Data for this exercise ->
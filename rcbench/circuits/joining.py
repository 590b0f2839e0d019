"""Circuits put together: on other labels, one after the other, or side by side on different qubits."""

from __future__ import annotations

from collections.abc import Sequence

import numpy as np

from rcbench.arrays import IntArray
from rcbench.circuits.circuit import Circuit, CircuitBuilder
from rcbench.circuits.gates import CODE, KINDS, N_QUBITS
from rcbench.device import Limits


def relabelled(circuit: Circuit, labels: Sequence[int] | IntArray, n_qubits: int) -> Circuit:
    """A circuit of gates and barriers on a register of n_qubits; its qubit j is labels[j]."""
    moved = np.append(np.asarray(labels), -1)[circuit.qubits].astype(circuit.qubits.dtype)  # -1, no qubit, stays -1
    return Circuit(n_qubits, circuit.layer, circuit.kind, moved, circuit.first, circuit.parameters)


def joined(circuits: Sequence[Circuit]) -> Circuit:
    """Circuits on the same qubits, one after the other; each starts in a layer of its own."""
    layer, first, layers, angles = [], [], 0, 0
    for circuit in circuits:
        layer.append(circuit.layer + layers)
        first.append(np.where(circuit.first >= 0, circuit.first + angles, -1))
        layers += int(circuit.layer[-1]) + 1 if len(circuit) else 0
        angles += len(circuit.parameters)
    arrays = (
        np.concatenate(layer).astype(np.int32),
        np.concatenate([circuit.kind for circuit in circuits]),
        np.concatenate([circuit.qubits for circuit in circuits]),
        np.concatenate(first).astype(np.int32),
        np.concatenate([circuit.parameters for circuit in circuits]),
    )
    for array in arrays:
        array.flags.writeable = False
    return Circuit(circuits[0].n_qubits, *arrays)


def add_layer(builder: CircuitBuilder, circuit: Circuit, rows: IntArray, labels: IntArray | None = None) -> None:
    """Add gates of one layer of another circuit to the current layer; labels: our label of each of its qubits."""
    for code in np.unique(circuit.kind[rows]):
        same = rows[circuit.kind[rows] == code]
        count = KINDS[code].n_parameters
        parameters = circuit.parameters[circuit.first[same][:, None] + np.arange(count)] if count else None
        qubits = circuit.qubits[same] if N_QUBITS[code] == 2 else circuit.qubits[same, 0]
        builder.add_rows(KINDS[code].name, qubits if labels is None else labels[qubits], parameters)


def side_by_side(parts: Sequence[tuple[Circuit, IntArray]], n_qubits: int, limits: Limits) -> Circuit:
    """Circuits on different qubits at the same time: block by block, layer by layer.

    One-qubit layers go first where only some of the circuits have them, so that the two-qubit layers meet. On a device
    that limits how many or which gates run at once the two-qubit layers follow each other instead.

    Args:
        parts: each circuit, gates and barriers only, with our label of each of its qubits.
    """
    together = limits.parallel_gates is None and not limits.exclusive
    builder = CircuitBuilder(n_qubits)
    blocks = [_blocks(circuit) for circuit, _ in parts]
    for index in range(max(len(layers) for layers in blocks)):
        if index:
            builder.barrier()
        queues = [
            (circuit, labels, list(layers[index]) if index < len(layers) else [])
            for (circuit, labels), layers in zip(parts, blocks, strict=True)
        ]
        while heads := [queue for queue in queues if queue[2]]:
            singles = [head for head in heads if not (N_QUBITS[head[0].kind[head[2][0]]] == 2).any()]
            for circuit, labels, queue in singles or heads:
                add_layer(builder, circuit, queue.pop(0), labels)
                if not singles and not together:
                    builder.next_layer()
            builder.next_layer()
    return builder.build()


def _blocks(circuit: Circuit) -> list[list[IntArray]]:
    """The rows of each layer, between barriers."""
    blocks: list[list[IntArray]] = [[]]
    cuts = np.flatnonzero(np.diff(circuit.layer)) + 1
    for rows in np.split(np.arange(len(circuit)), cuts):
        if len(rows) and circuit.kind[rows[0]] == CODE["barrier"]:
            blocks.append([])
        elif len(rows):
            blocks[-1].append(rows)
    return blocks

Exercise objective -> Starting at the first line of the entries above, please extract each line up to and including the line with "qubit, stays -1", unchanged, and add nothing.

Finished task ->
filename rcbench/circuits/joining.py
repository 590b0f2839e0d019
"""Circuits put together: on other labels, one after the other, or side by side on different qubits."""

from __future__ import annotations

from collections.abc import Sequence

import numpy as np

from rcbench.arrays import IntArray
from rcbench.circuits.circuit import Circuit, CircuitBuilder
from rcbench.circuits.gates import CODE, KINDS, N_QUBITS
from rcbench.device import Limits


def relabelled(circuit: Circuit, labels: Sequence[int] | IntArray, n_qubits: int) -> Circuit:
    """A circuit of gates and barriers on a register of n_qubits; its qubit j is labels[j]."""
    moved = np.append(np.asarray(labels), -1)[circuit.qubits].astype(circuit.qubits.dtype)  # -1, no qubit, stays -1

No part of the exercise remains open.